The average American makes really poor decisions. You really wanna take their opinion on their home economy seriously?

Sure. But several US banks just collapsed this year.

In March. At the time I warned that this could spread, so far, it hasn't.

The US is spending more in defense than it did in the late Cold War when Reagan was in power. And they keep funding eternal wars all over the globe. So I would not expect that debt to vanish any time soon.

Reagan did the exact opposite. He put the US in next to no conflicts and spent the defense money on building actual military hardware. Even in Afghanistan they only sent them small arms not heavy military equipment. Right now with all the spending the US is doing, you don't see proper renewal of the US arsenal. It is a double failure, since all the funding is just wasted and provides the US with no meaningful long term military edge.
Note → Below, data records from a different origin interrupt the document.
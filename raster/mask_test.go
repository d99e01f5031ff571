package raster

import (
	"errors"
	"math"
	"path/filepath"
	"reflect"
	"strings"
	"testing"

	"github.com/airbusgeo/godal"
)

func TestParseMask(t *testing.T) {
	// Expected rules are known by construction from the specification.
	tests := []struct {
		spec string
		want MaskRule
		err  string
	}{
		{"qa.tif", MaskRule{Path: "qa.tif"}, ""},
		{" qa.tif ", MaskRule{Path: "qa.tif"}, ""},
		{"qa.tif:bits=0-4,9", MaskRule{Path: "qa.tif", Bits: []int{0, 1, 2, 3, 4, 9}}, ""},
		{"qa.tif:bits=9, 3 ,3-4", MaskRule{Path: "qa.tif", Bits: []int{3, 4, 9}}, ""},
		{"qa.tif:bits=15", MaskRule{Path: "qa.tif", Bits: []int{15}}, ""},
		{"qa.tif:bits=0-63", MaskRule{Path: "qa.tif", Bits: bitList(math.MaxUint64)}, ""},
		{"scl.tif:values=0,3,8-10", MaskRule{Path: "scl.tif", Values: []ValueRange{{0, 0}, {3, 3}, {8, 10}}}, ""},
		{"m.tif:values=-5--3,-1,1e-3-2,0.5", MaskRule{Path: "m.tif", Values: []ValueRange{{-5, -3}, {-1, -1}, {1e-3, 2}, {0.5, 0.5}}}, ""},
		{`C:\data\qa.tif:bits=1`, MaskRule{Path: `C:\data\qa.tif`, Bits: []int{1}}, ""},
		{"/vsizip/a.zip/qa.tif", MaskRule{Path: "/vsizip/a.zip/qa.tif"}, ""},
		{"a:values=1:bits=2", MaskRule{Path: "a:values=1", Bits: []int{2}}, ""},
		{"a:bits=1:values=2", MaskRule{Path: "a:bits=1", Values: []ValueRange{{2, 2}}}, ""},
		{"qa.tif:bits=64", MaskRule{}, `mask "qa.tif:bits=64": bit 64 out of range (bits count from 0, the least significant, to 63)`},
		{"qa.tif:bits=-1", MaskRule{}, `mask "qa.tif:bits=-1": "" is not a bit number`},
		{"qa.tif:bits=4-2", MaskRule{}, `mask "qa.tif:bits=4-2": bit range 4-2 runs backwards`},
		{"qa.tif:bits=", MaskRule{}, `mask "qa.tif:bits=": empty bit list`},
		{"qa.tif:bits=1,,2", MaskRule{}, `mask "qa.tif:bits=1,,2": "" is not a bit number`},
		{"qa.tif:values=", MaskRule{}, `mask "qa.tif:values=": empty value list`},
		{"qa.tif:values=cloud", MaskRule{}, `mask "qa.tif:values=cloud": "cloud" is not a number or a range of numbers`},
		{"qa.tif:values=nan", MaskRule{}, `mask "qa.tif:values=nan": "nan" is not a number or a range of numbers`},
		{"qa.tif:values=10-8", MaskRule{}, `mask "qa.tif:values=10-8": value range 10-8 runs backwards`},
		{":bits=1", MaskRule{}, `mask ":bits=1": no file`},
		{"", MaskRule{}, `mask "": no file`},
	}
	for _, tc := range tests {
		got, err := ParseMask(tc.spec)
		if tc.err != "" {
			if err == nil || err.Error() != tc.err || !errors.Is(err, ErrBadSpec) {
				t.Errorf("ParseMask(%q) error = %v, want %s", tc.spec, err, tc.err)
			}
			continue
		}
		if err != nil || !reflect.DeepEqual(got, tc.want) {
			t.Errorf("ParseMask(%q) = %+v, %v; want %+v", tc.spec, got, err, tc.want)
		}
	}
	// String writes the rule back compactly.
	r, _ := ParseMask("qa.tif:bits=9,0-4,11")
	if got := r.String(); got != "qa.tif:bits=0-4,9,11" {
		t.Errorf("String() = %q", got)
	}
}

func FuzzParseMask(f *testing.F) {
	for _, s := range []string{"qa.tif", "qa.tif:bits=0-4,9", "scl.tif:values=0,3,8-10", "/vsizip/a.zip/b:c.tif:bits=63",
		"m:values=-5--3,1e-3-2", "a:bits=1:values=2", ":bits=", "x:bits=64", "x:values=1-"} {
		f.Add(s)
	}
	f.Fuzz(func(t *testing.T, spec string) {
		r, err := ParseMask(spec)
		if err != nil {
			if !errors.Is(err, ErrBadSpec) {
				t.Fatalf("ParseMask(%q) error %v does not wrap ErrBadSpec", spec, err)
			}
			return
		}
		if strings.TrimSpace(r.Path) == "" || (r.Bits != nil && r.Values != nil) {
			t.Fatalf("ParseMask(%q) = %+v", spec, r)
		}
		for i, b := range r.Bits {
			if b < 0 || b > 63 || (i > 0 && b <= r.Bits[i-1]) {
				t.Fatalf("ParseMask(%q) bits %v", spec, r.Bits)
			}
		}
		for _, v := range r.Values {
			if !(v.Lo <= v.Hi) || math.IsInf(v.Lo, 0) || math.IsInf(v.Hi, 0) {
				t.Fatalf("ParseMask(%q) values %v", spec, r.Values)
			}
		}
		// The rule written back reads as the same rule.
		again, err := ParseMask(r.String())
		if err != nil || !reflect.DeepEqual(again, r) {
			t.Fatalf("ParseMask(%q) = %+v, written %q, read back %+v, %v", spec, r, r.String(), again, err)
		}
	})
}

// maskScene writes a 6 x 4 image and, on its grid, a UInt16 quality band
// with bit 15 set in column 0 and bit 2 in row 3, and a Byte class band
// holding x+y. Which pixel passes which rule is known by construction.
func maskScene(t *testing.T, dir string) (image, qa, class string) {
	t.Helper()
	img := defaultRaster()
	img.w, img.h, img.bands = 6, 4, 2
	image = img.write(t, filepath.Join(dir, "image.tif"))
	q := img
	q.bands, q.dtype = 1, godal.UInt16
	q.values = func(x, y, _ int) float64 {
		v := 0x0100 // bit 8, in no rule
		if x == 0 {
			v |= 1 << 15
		}
		if y == 3 {
			v |= 1 << 2
		}
		return float64(v)
	}
	qa = q.write(t, filepath.Join(dir, "qa.tif"))
	c := img
	c.bands, c.dtype = 1, godal.Byte
	c.values = func(x, y, _ int) float64 { return float64(x + y) }
	class = c.write(t, filepath.Join(dir, "class.tif"))
	return image, qa, class
}

func TestMaskRules(t *testing.T) {
	dir := t.TempDir()
	image, qa, class := maskScene(t, dir)
	const w, h = 6, 4
	tests := []struct {
		name    string
		paths   []string
		rules   []string
		invalid func(x, y int) bool
	}{
		{"plain: non-zero is valid", []string{image}, []string{class}, func(x, y int) bool { return x+y == 0 }},
		{"bit 15", []string{image}, []string{qa + ":bits=15"}, func(x, y int) bool { return x == 0 }},
		{"bits 0-2", []string{image}, []string{qa + ":bits=0-2"}, func(x, y int) bool { return y == 3 }},
		{"bits 2,15", []string{image}, []string{qa + ":bits=2,15"}, func(x, y int) bool { return x == 0 || y == 3 }},
		{"a bit no pixel has", []string{image}, []string{qa + ":bits=9-14"}, func(x, y int) bool { return false }},
		{"values with a range", []string{image}, []string{class + ":values=0,3,6-7"}, func(x, y int) bool {
			s := x + y
			return s == 0 || s == 3 || s == 6 || s == 7
		}},
		{"rules combine", []string{image}, []string{qa + ":bits=15", class + ":values=8"}, func(x, y int) bool { return x == 0 || x+y == 8 }},
		{"mask is a stack file", []string{image, qa}, []string{qa + ":bits=15"}, func(x, y int) bool { return x == 0 }},
	}
	for _, tc := range tests {
		var rules []MaskRule
		for _, spec := range tc.rules {
			r, err := ParseMask(spec)
			if err != nil {
				t.Fatal(err)
			}
			rules = append(rules, r)
		}
		s, err := Open(tc.paths, MaskRules(rules...))
		if err != nil {
			t.Fatalf("%s: %v", tc.name, err)
		}
		_, valid, n := readAll(t, s)
		want := 0
		for y := range h {
			for x := range w {
				if valid[y*w+x] == tc.invalid(x, y) {
					t.Errorf("%s: pixel (%d,%d) valid=%v", tc.name, x, y, valid[y*w+x])
				}
				if !tc.invalid(x, y) {
					want++
				}
			}
		}
		if n != want {
			t.Errorf("%s: %d valid pixels, want %d", tc.name, n, want)
		}
		if len(s.Masks) != len(rules) || s.Masks[0] != rules[0].Path {
			t.Errorf("%s: Masks %v", tc.name, s.Masks)
		}
	}
}

// TestMaskNoData: a mask pixel equal to the mask band's nodata is invalid
// under every rule (known by construction).
func TestMaskNoData(t *testing.T) {
	dir := t.TempDir()
	image, _, _ := maskScene(t, dir)
	m := defaultRaster()
	m.w, m.h, m.bands, m.dtype = 6, 4, 1, godal.Byte
	nd := 255.0
	m.nodata = &nd
	m.values = func(x, y, _ int) float64 {
		if x == 5 {
			return 255
		}
		return 1
	}
	mask := m.write(t, filepath.Join(dir, "nd.tif"))
	for _, spec := range []string{mask, mask + ":bits=7", mask + ":values=3"} {
		r, _ := ParseMask(spec)
		s, err := Open([]string{image}, MaskRules(r))
		if err != nil {
			t.Fatal(err)
		}
		_, valid, n := readAll(t, s)
		if n != 4*5 || valid[5] || !valid[4] {
			t.Errorf("%s: %d valid pixels, want 20 (all but column 5)", spec, n)
		}
	}
}

func TestMaskErrors(t *testing.T) {
	dir := t.TempDir()
	image, qa, class := maskScene(t, dir)
	f := defaultRaster()
	f.w, f.h, f.bands = 6, 4, 1
	float := f.write(t, filepath.Join(dir, "float.tif"))
	coarse := defaultRaster()
	coarse.w, coarse.h, coarse.bands = 3, 2, 1
	coarse.gt[1], coarse.gt[5] = 20, -20
	other := coarse.write(t, filepath.Join(dir, "coarse.tif"))
	tests := []struct {
		spec string
		want []string
		is   error
	}{
		{filepath.Join(dir, "missing.tif"), []string{"missing.tif"}, ErrNotFound},
		// Issue 24, item 9: a bit rule that cannot apply to the mask's
		// type is the user's rule that is wrong (ErrBadSpec, exit 2).
		{float + ":bits=1", []string{"float.tif", "integer", "Float32"}, ErrBadSpec},
		{class + ":bits=8", []string{"class.tif", "bit 8", "8 bits", "Byte"}, ErrBadSpec},
		{qa + ":bits=16", []string{"qa.tif", "bit 16", "16 bits", "UInt16"}, ErrBadSpec},
		{other, []string{"coarse.tif", "3x2 pixels of 20 x 20", "6x4 pixels of 10 x 10", "image.tif", "--align"}, ErrGridMismatch},
	}
	for _, tc := range tests {
		r, err := ParseMask(tc.spec)
		if err != nil {
			t.Fatal(err)
		}
		_, err = Open([]string{image}, MaskRules(r))
		if err == nil || strings.Contains(err.Error(), "\n") || (tc.is != nil && !errors.Is(err, tc.is)) {
			t.Errorf("%s: got %v, want a one-line error", tc.spec, err)
			continue
		}
		for _, w := range tc.want {
			if !strings.Contains(err.Error(), w) {
				t.Errorf("%s: %q does not say %q", tc.spec, err, w)
			}
		}
	}
	// Issue 24, item 4: a complex mask is refused, naming it.
	cm := defaultRaster()
	cm.w, cm.h, cm.bands, cm.dtype = 6, 4, 1, godal.CInt16
	cmask := cm.write(t, filepath.Join(dir, "cmask.tif"))
	if _, err := Open([]string{image}, Mask(cmask)); !errors.Is(err, ErrComplex) || !strings.Contains(err.Error(), "band 1 of "+cmask+" is complex (CInt16)") {
		t.Errorf("complex mask: got %v, want ErrComplex naming the file", err)
	}
	// Masks hold codes: only nearest and mode may warp them.
	if _, err := Open([]string{image}, Mask(other), AlignMasks("bilinear")); !errors.Is(err, ErrBadSpec) {
		t.Errorf("bilinear mask warp: got %v, want ErrBadSpec", err)
	}
}

// TestMaskAligned warps a quality mask of 20 m pixels onto the image's
// 10 m grid with nearest neighbour: image pixel (x, y) lies inside mask
// pixel (x/2, y/2), so its value is known by construction.
func TestMaskAligned(t *testing.T) {
	dir := t.TempDir()
	image, _, _ := maskScene(t, dir)
	q := defaultRaster()
	q.w, q.h, q.bands, q.dtype = 3, 2, 1, godal.UInt16
	q.gt[1], q.gt[5] = 20, -20
	q.values = func(x, y, _ int) float64 {
		if x == 1 && y == 1 {
			return 1 << 15
		}
		return 1 << 3
	}
	qa := q.write(t, filepath.Join(dir, "qa20.tif"))
	r, _ := ParseMask(qa + ":bits=15")
	for _, opt := range []Option{AlignMasks("nearest"), AlignStack("bilinear")} {
		s, err := Open([]string{image}, MaskRules(r), opt)
		if err != nil {
			t.Fatal(err)
		}
		_, valid, n := readAll(t, s)
		for y := range 4 {
			for x := range 6 {
				if want := !(x/2 == 1 && y/2 == 1); valid[y*6+x] != want {
					t.Errorf("pixel (%d,%d) valid=%v, want %v", x, y, valid[y*6+x], want)
				}
			}
		}
		if n != 24-4 || len(s.Aligned) != 1 || s.Aligned[0] != qa || s.Masks[0] != qa {
			t.Errorf("%d valid pixels (want 20), aligned %v, masks %v", n, s.Aligned, s.Masks)
		}
		vrt := s.maskSources[0]
		if err := s.Close(); err != nil {
			t.Fatal(err)
		}
		if _, err := openDataset(vrt); err == nil {
			t.Errorf("the mask's VRT %s opens after Close", vrt)
		}
	}
}

// TestNamedQualityRules: each product quality name stands for the bits or
// values of its product guide (USGS Landsat 8-9 Collection 2 Level 2
// Science Product Guide, QA_PIXEL bit index; ESA Sentinel-2 Level-2A scene
// classification values), so the named rule equals its bits= or values=
// spelling.
func TestNamedQualityRules(t *testing.T) {
	tests := []struct{ named, plain string }{
		{"qa.tif:qa_pixel=fill,cloud,cloud_shadow", "qa.tif:bits=0,3,4"},
		{"qa.tif:qa_pixel=Dilated-Cloud,cirrus,snow,water", "qa.tif:bits=1,2,5,7"},
		{"qa.tif:qa_pixel=clouds", "qa.tif:bits=1-4"},
		{"scl.jp2:scl=no_data,saturated_or_defective,cloud_shadows", "scl.jp2:values=0,1,3"},
		{"scl.jp2:scl=cloud_high_probability,cloud_medium_probability,thin_cirrus,snow", "scl.jp2:values=8,9,10,11"},
		{"scl.jp2:scl=clouds", "scl.jp2:values=3,8,9,10"},
		{"scl.jp2:scl=cast_shadows,dark_area_pixels", "scl.jp2:values=2"},
		{"/vsizip/a.zip/x:y.tif:scl=water", "/vsizip/a.zip/x:y.tif:values=6"},
	}
	for _, tc := range tests {
		named, err := ParseMask(tc.named)
		if err != nil {
			t.Fatalf("%s: %v", tc.named, err)
		}
		plain, err := ParseMask(tc.plain)
		if err != nil {
			t.Fatalf("%s: %v", tc.plain, err)
		}
		if !reflect.DeepEqual(named, plain) {
			t.Errorf("%s = %+v, want %+v (%s)", tc.named, named, plain, tc.plain)
		}
	}
	for _, bad := range []string{"qa.tif:qa_pixel=clear", "qa.tif:qa_pixel=", "scl.jp2:scl=cloudy", "qa.tif:scl=cloud"} {
		if _, err := ParseMask(bad); !errors.Is(err, ErrBadSpec) || !strings.Contains(err.Error(), "name") {
			t.Errorf("%s: %v, want a bad-spec error about the name", bad, err)
		}
	}
}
Still the US economy is quite large, the US still has a large and growing population, and they have lots of energy resources. With proper management they shouldn't have any major issues. But I have little faith in the current leadership, or their possible replacements.

Yes, fully agreed.

United States has a very powerful economy and can easily solve major issues like debt, healthcare, homelessness, and so on. The problem here is that United States prioritizes its hegemonic status over its economic fundamentals, and thsoe economic fundamentals simply aren't strong enough to support its hegemonic ambitions.

There is no leadership alternative that will solve this issue. Democrat leadership is all in on being a global, "liberal" empire, and the Republican leadership is simply inept. Every GOP leader and major candidate has been economically illiterate and propopsed policies that would only worsen the US economy. Not to mention the stupid wars they wasted so much money on.

Arugably, the best thing that could happen for the average American, is a thorough defeat in a Pacific conflict that would force United States to leave Asia and focus on domestic economic matters rather than foreign adventures.